Extracted data entries
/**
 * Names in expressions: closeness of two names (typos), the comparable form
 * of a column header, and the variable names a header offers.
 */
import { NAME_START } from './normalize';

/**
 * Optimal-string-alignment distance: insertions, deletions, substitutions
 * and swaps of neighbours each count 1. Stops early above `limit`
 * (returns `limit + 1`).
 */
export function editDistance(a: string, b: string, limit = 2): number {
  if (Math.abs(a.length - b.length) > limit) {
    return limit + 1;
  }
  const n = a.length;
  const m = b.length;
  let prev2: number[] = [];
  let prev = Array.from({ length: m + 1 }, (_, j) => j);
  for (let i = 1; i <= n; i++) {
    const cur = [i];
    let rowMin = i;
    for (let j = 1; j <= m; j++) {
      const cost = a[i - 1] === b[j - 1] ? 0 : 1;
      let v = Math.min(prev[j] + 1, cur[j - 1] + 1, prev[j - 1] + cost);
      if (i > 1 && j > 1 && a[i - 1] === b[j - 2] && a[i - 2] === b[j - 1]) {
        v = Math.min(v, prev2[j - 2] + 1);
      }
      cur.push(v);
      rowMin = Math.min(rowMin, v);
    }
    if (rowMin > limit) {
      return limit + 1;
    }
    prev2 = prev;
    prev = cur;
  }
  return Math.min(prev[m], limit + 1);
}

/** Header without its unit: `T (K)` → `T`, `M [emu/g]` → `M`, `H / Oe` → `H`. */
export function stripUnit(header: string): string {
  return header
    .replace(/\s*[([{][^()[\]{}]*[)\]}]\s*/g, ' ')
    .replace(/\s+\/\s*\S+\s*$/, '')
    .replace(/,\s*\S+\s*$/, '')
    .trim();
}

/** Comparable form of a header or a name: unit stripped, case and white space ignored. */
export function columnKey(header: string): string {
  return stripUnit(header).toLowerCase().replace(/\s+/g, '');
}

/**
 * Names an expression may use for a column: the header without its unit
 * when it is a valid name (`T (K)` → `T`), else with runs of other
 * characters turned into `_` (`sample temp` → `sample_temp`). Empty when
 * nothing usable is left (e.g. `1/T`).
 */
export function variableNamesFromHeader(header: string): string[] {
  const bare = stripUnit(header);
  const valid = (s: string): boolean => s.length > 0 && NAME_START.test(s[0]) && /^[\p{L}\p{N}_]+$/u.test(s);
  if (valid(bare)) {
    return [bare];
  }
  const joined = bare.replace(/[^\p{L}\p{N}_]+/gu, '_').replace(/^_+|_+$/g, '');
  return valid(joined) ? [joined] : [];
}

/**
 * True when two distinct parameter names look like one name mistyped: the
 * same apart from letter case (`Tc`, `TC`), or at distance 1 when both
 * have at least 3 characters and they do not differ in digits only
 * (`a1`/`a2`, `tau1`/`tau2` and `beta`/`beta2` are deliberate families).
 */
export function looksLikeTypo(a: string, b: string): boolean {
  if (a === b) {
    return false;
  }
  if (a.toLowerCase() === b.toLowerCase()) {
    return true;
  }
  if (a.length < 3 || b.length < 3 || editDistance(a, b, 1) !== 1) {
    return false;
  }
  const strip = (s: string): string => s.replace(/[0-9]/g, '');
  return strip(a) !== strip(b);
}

...

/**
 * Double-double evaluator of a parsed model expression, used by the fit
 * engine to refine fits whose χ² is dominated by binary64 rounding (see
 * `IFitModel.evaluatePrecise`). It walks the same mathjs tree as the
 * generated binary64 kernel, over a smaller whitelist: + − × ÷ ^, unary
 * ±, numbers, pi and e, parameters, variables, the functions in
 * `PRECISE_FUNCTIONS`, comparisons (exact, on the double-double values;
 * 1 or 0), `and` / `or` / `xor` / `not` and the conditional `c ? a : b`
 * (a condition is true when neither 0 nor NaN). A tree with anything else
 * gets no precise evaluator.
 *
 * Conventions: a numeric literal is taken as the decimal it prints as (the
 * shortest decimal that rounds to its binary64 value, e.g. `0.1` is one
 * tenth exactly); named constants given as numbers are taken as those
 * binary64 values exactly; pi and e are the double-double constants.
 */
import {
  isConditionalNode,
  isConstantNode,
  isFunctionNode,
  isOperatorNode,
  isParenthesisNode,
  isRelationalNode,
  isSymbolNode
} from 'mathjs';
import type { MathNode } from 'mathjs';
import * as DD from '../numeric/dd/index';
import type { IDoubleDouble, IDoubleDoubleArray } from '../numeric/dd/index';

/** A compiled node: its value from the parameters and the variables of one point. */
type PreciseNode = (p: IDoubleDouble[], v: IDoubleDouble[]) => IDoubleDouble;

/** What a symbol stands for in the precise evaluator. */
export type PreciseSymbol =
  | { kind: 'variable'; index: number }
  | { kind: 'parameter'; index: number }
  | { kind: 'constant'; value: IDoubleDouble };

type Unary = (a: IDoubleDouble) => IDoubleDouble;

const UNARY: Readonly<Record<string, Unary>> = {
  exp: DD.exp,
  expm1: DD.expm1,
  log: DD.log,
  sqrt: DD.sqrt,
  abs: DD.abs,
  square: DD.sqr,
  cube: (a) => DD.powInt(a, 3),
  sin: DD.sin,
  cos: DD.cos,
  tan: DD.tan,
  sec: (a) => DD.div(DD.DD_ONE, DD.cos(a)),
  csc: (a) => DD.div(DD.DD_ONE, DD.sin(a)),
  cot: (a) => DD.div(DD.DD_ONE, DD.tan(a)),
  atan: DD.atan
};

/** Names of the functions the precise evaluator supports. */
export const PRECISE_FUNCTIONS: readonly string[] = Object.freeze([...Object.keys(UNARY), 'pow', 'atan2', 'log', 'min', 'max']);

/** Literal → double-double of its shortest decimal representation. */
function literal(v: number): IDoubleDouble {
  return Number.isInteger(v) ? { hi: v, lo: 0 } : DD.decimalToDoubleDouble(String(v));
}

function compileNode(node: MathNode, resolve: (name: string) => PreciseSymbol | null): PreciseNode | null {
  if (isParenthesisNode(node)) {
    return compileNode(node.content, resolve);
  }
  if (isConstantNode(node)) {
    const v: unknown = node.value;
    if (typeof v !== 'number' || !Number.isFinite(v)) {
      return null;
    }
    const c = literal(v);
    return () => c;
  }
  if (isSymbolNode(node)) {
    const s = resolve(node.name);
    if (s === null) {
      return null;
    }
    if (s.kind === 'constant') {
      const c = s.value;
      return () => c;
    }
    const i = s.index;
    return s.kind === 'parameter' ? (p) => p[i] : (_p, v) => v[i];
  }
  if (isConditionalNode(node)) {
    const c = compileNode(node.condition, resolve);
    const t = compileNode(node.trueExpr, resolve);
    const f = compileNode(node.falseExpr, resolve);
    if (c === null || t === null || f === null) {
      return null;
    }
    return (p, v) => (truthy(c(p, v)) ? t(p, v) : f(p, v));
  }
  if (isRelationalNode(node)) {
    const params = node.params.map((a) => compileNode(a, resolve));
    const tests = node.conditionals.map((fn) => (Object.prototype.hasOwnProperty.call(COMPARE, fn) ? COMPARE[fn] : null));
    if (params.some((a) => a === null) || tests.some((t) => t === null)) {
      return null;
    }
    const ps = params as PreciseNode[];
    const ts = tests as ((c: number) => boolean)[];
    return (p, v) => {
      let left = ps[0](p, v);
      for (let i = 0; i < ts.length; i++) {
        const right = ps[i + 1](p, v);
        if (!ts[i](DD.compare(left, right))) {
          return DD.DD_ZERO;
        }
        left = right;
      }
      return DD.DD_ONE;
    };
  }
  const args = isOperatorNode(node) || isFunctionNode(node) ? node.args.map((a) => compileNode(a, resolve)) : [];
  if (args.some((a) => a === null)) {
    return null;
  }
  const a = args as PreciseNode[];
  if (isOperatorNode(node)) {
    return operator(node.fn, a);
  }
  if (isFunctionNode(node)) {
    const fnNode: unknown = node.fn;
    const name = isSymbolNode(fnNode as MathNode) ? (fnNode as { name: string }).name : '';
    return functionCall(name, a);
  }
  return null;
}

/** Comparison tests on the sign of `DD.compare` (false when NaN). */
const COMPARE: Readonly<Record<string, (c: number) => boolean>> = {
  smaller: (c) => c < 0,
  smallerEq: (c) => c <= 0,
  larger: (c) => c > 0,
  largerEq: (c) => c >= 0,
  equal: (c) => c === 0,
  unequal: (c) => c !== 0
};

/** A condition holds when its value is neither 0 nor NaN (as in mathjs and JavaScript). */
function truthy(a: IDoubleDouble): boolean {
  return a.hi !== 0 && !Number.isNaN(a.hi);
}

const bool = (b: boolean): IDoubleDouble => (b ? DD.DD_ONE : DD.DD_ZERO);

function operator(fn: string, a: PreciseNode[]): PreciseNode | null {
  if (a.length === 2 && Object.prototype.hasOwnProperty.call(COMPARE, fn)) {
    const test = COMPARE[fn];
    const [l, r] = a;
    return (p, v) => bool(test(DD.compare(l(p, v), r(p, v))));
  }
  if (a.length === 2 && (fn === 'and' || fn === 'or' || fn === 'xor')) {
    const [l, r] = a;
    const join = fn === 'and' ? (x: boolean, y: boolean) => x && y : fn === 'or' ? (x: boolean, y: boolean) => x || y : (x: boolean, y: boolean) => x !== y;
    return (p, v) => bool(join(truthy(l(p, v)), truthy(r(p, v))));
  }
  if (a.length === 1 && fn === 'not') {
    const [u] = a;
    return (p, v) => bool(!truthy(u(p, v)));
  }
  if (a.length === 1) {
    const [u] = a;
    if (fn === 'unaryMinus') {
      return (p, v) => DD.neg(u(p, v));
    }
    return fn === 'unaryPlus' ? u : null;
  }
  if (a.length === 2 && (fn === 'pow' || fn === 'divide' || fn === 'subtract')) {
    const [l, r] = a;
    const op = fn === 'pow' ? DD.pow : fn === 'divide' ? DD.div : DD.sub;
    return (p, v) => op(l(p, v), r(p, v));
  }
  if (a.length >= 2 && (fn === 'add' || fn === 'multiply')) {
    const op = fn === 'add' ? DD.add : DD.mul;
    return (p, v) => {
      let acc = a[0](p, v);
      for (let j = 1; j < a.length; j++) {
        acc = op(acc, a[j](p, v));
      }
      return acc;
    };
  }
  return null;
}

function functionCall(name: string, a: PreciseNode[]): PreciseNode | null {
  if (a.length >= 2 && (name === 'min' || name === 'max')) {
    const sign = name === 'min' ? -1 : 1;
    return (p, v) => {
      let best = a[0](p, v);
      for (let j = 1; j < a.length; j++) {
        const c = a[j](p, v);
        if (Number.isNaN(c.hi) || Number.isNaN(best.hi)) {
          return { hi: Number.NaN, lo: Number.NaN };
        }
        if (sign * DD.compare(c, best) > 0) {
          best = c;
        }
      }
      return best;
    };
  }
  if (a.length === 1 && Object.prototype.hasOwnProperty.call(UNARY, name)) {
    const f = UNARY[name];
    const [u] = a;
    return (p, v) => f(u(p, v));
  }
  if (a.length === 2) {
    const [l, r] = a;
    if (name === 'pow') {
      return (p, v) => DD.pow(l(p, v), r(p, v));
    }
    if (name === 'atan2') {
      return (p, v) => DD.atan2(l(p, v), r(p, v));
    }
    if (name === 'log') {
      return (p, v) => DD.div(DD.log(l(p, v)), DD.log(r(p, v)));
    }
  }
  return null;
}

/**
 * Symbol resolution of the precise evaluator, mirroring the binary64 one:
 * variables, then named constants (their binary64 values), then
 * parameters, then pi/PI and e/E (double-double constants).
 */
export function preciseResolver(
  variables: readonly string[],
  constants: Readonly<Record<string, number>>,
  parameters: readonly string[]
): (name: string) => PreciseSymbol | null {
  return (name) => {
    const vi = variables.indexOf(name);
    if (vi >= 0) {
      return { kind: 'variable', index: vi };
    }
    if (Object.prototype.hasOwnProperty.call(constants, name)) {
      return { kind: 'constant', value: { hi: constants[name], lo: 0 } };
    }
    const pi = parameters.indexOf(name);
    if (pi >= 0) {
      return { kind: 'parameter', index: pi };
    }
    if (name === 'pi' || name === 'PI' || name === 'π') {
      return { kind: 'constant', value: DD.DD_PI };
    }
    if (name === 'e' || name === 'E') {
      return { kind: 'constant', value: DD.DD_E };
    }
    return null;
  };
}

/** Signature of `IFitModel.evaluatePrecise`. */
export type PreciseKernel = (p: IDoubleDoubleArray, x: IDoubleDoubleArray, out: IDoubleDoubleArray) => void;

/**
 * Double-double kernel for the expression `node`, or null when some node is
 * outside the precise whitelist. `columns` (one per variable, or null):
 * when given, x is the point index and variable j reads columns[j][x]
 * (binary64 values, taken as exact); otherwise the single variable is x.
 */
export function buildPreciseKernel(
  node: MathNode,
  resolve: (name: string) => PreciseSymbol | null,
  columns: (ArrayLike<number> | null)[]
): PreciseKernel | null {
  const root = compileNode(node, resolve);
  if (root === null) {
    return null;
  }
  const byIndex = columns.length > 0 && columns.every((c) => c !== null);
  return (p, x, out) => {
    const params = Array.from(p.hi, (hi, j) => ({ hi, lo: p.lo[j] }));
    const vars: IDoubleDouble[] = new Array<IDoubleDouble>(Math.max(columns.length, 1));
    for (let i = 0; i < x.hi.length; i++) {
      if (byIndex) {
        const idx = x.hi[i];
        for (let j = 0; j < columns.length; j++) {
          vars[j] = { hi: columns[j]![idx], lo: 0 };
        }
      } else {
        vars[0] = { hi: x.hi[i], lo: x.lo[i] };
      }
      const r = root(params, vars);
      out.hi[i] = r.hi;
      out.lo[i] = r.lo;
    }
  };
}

Task to complete:
Using the entries above, output exactly the lines between the line holding "const a = args as PreciseNode[];" and the line holding "const name = isSymbolNode(fnNode", end lines included, and nothing more.

Solved exercise:
  const a = args as PreciseNode[];
  if (isOperatorNode(node)) {
    return operator(node.fn, a);
  }
  if (isFunctionNode(node)) {
    const fnNode: unknown = node.fn;
    const name = isSymbolNode(fnNode as MathNode) ? (fnNode as { name: string }).name : '';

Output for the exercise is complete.